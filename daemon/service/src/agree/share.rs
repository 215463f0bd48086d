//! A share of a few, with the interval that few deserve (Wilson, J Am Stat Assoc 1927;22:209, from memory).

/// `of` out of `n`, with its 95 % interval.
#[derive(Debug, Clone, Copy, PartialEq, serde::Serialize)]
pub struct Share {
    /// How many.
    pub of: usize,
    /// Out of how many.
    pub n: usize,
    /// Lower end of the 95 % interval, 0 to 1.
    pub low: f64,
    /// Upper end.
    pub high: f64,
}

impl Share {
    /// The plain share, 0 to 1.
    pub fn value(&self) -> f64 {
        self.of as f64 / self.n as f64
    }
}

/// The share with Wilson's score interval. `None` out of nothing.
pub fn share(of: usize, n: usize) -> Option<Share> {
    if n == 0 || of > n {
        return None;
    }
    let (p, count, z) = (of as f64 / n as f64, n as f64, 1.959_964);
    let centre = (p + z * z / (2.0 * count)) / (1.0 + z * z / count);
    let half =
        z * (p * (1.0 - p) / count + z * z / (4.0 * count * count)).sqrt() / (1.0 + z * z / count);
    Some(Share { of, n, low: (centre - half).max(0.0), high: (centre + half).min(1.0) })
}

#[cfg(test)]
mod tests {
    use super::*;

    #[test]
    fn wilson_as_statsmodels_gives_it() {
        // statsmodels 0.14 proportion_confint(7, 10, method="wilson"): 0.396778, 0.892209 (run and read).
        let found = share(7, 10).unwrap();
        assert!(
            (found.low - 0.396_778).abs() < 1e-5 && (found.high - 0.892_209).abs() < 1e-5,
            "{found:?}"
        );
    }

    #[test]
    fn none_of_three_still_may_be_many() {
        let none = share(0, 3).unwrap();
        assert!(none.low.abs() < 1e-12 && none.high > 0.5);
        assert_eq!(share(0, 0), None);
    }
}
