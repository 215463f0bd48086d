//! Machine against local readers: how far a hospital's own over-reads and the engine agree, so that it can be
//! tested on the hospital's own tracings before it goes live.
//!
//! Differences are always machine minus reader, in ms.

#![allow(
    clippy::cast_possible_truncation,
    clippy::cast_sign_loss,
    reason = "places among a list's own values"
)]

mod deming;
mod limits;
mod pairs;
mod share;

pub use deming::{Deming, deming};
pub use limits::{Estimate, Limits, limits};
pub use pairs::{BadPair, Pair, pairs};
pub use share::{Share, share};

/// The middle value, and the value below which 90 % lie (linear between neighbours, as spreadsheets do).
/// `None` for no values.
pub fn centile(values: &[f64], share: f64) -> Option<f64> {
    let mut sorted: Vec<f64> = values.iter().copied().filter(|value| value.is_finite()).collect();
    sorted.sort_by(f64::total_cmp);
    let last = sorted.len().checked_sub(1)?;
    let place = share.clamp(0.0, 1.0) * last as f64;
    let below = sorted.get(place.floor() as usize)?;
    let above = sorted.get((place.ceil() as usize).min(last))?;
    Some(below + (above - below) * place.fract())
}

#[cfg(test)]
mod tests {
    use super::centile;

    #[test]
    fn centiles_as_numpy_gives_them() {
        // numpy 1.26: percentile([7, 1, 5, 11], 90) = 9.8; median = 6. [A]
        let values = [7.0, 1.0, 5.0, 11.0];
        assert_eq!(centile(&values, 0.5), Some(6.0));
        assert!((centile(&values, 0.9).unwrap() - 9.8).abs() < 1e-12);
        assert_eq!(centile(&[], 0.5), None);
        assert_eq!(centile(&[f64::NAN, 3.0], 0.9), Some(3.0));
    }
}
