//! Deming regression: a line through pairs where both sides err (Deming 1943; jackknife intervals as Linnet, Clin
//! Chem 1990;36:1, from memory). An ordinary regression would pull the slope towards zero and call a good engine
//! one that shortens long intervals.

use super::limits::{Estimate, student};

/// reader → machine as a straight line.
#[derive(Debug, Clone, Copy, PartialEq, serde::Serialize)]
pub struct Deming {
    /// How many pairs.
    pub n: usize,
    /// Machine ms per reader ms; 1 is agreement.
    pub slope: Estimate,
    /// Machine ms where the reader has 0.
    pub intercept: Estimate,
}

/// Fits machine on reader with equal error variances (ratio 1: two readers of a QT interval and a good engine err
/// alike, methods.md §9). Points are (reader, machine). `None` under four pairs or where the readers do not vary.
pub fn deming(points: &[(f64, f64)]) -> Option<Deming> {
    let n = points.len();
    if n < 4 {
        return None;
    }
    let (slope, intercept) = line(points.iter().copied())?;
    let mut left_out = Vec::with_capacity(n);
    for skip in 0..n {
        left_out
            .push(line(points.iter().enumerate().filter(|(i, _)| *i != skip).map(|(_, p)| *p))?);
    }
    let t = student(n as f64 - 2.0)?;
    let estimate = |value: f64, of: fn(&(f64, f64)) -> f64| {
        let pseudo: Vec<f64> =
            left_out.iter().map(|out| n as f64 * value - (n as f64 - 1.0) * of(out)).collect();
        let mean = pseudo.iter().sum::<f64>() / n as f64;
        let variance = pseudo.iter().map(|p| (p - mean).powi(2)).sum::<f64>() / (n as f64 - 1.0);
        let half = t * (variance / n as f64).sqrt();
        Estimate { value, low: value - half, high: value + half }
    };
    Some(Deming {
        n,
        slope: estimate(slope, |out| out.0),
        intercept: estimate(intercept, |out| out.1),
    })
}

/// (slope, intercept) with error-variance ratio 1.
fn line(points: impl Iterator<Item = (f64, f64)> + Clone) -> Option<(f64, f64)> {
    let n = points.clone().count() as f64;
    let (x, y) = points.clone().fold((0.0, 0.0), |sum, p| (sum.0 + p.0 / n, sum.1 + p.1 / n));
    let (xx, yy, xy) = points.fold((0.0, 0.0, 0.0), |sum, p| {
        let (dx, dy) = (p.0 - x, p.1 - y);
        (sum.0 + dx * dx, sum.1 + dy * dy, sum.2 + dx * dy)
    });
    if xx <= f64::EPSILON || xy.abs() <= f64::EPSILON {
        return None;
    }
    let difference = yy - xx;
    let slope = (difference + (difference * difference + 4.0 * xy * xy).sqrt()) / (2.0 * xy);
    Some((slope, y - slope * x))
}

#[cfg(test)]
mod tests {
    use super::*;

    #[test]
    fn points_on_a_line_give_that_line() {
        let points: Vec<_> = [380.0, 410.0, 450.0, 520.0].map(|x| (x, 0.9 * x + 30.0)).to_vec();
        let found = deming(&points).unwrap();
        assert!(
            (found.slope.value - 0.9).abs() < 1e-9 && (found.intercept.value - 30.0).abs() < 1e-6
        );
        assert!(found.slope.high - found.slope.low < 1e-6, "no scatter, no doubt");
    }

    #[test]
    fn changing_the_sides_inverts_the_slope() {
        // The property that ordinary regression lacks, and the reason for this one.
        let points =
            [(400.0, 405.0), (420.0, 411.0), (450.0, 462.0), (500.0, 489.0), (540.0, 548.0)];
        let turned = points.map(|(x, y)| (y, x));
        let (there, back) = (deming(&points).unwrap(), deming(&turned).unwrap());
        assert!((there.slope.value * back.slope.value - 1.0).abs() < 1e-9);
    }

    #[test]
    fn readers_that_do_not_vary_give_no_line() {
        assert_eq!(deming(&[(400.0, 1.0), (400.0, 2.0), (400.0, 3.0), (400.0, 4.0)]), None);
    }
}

- _ASSIGNMENT_
The response must hold only the lines above from the line with "share, 0 to 1." through the line with "let none = share(0, 3).unwrap();", each copied exactly, both ends kept.

- _ANSWER SECTION_
    /// The plain share, 0 to 1.
    pub fn value(&self) -> f64 {
        self.of as f64 / self.n as f64
    }
}

/// The share with Wilson's score interval. `None` out of nothing.
pub fn share(of: usize, n: usize) -> Option<Share> {
    if n == 0 || of > n {
        return None;
    }
    let (p, count, z) = (of as f64 / n as f64, n as f64, 1.959_964);
    let centre = (p + z * z / (2.0 * count)) / (1.0 + z * z / count);
    let half =
        z * (p * (1.0 - p) / count + z * z / (4.0 * count * count)).sqrt() / (1.0 + z * z / count);
    Some(Share { of, n, low: (centre - half).max(0.0), high: (centre + half).min(1.0) })
}

#[cfg(test)]
mod tests {
    use super::*;

    #[test]
    fn wilson_as_statsmodels_gives_it() {
        // statsmodels 0.14 proportion_confint(7, 10, method="wilson"): 0.396778, 0.892209 (run and read).
        let found = share(7, 10).unwrap();
        assert!(
            (found.low - 0.396_778).abs() < 1e-5 && (found.high - 0.892_209).abs() < 1e-5,
            "{found:?}"
        );
    }

    #[test]
    fn none_of_three_still_may_be_many() {
        let none = share(0, 3).unwrap();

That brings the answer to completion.